:: RECORDS TO USE ::

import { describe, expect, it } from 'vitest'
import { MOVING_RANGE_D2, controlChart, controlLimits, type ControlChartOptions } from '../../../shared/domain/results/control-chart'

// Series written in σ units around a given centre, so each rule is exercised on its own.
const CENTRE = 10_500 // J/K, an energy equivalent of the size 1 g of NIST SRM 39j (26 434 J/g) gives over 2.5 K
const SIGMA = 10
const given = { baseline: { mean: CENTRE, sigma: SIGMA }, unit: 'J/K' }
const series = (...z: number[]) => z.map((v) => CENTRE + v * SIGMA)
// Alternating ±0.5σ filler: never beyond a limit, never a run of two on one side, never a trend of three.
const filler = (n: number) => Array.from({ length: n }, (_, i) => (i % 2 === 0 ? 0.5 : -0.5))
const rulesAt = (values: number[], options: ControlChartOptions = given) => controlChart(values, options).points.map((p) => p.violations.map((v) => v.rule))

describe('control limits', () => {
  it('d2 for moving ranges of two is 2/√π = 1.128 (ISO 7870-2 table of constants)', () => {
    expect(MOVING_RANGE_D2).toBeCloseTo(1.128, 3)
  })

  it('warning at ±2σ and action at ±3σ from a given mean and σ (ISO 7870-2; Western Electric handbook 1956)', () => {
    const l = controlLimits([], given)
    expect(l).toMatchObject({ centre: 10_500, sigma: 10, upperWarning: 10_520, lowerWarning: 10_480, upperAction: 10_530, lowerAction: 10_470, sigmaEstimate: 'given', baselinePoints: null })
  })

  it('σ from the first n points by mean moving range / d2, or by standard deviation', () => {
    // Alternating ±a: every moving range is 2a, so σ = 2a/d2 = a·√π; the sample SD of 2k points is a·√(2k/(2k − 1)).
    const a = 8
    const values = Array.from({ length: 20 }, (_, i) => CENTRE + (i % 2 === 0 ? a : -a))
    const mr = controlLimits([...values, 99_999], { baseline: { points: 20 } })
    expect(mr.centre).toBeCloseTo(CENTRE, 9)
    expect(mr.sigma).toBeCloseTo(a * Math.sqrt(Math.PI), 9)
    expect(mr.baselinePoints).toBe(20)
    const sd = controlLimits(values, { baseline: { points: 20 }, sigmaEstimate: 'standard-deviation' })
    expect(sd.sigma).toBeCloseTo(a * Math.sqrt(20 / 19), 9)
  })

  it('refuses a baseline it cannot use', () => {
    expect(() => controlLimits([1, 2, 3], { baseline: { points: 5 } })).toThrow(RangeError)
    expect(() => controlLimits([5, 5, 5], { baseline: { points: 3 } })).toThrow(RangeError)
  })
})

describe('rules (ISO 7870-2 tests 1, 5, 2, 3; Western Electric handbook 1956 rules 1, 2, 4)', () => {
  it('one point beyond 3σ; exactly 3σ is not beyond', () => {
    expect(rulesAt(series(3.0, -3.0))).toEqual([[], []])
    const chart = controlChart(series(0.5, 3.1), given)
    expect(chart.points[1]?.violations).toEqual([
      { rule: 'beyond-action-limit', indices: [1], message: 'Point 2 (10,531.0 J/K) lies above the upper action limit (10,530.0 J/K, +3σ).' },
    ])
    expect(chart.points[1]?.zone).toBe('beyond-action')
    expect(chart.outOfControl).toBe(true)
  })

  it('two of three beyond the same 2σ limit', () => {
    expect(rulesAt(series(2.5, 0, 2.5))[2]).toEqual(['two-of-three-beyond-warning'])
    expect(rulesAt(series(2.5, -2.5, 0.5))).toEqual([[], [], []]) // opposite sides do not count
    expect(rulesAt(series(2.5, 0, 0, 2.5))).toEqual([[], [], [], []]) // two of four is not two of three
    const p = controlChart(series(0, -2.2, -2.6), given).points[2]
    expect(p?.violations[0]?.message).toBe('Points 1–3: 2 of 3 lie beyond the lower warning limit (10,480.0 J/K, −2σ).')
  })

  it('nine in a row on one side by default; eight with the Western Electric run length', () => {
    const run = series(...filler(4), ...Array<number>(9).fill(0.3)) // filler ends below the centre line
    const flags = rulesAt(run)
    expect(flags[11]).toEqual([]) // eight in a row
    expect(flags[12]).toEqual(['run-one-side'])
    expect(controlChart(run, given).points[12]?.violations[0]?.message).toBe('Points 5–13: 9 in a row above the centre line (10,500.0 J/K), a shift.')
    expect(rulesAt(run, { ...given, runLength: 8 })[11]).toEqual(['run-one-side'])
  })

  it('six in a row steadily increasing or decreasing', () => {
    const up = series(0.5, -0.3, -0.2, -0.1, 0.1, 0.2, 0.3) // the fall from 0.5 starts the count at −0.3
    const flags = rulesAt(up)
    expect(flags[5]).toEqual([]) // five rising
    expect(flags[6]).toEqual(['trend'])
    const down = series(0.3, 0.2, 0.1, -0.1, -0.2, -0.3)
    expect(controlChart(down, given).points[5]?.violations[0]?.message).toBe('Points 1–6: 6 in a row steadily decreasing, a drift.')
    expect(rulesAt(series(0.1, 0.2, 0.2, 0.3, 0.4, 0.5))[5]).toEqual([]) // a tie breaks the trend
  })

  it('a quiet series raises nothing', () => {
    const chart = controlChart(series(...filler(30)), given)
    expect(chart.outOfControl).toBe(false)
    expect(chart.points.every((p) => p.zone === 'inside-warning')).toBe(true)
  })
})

:::
:: RECORDS TO USE ::

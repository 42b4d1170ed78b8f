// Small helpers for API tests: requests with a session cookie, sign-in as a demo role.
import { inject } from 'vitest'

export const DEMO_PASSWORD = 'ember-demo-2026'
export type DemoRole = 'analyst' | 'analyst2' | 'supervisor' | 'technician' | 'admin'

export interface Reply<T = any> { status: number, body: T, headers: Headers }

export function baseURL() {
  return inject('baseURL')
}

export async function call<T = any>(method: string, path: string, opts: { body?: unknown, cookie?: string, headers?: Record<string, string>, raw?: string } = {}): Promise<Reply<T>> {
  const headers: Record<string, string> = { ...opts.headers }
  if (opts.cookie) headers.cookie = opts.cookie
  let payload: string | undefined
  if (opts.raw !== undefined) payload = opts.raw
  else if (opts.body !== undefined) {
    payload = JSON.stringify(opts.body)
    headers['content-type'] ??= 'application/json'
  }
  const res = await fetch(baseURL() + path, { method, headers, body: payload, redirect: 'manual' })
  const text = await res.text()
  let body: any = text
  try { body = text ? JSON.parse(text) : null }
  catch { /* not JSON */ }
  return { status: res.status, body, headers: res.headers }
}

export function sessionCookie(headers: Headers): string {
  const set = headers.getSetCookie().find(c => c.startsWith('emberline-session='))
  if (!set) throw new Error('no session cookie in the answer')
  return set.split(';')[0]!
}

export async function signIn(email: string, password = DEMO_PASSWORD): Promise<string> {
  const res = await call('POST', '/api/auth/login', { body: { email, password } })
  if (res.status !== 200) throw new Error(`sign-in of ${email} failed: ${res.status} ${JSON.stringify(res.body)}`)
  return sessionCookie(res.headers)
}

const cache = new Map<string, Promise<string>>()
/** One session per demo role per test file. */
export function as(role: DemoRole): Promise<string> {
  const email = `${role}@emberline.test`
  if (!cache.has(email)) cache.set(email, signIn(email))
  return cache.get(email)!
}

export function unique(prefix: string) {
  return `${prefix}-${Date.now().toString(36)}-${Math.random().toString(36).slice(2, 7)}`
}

:::

REQUIRED WORK - Examine the records and report how many lines contain the string "RangeError". Only the number should be given.

ANSWER BOX - 2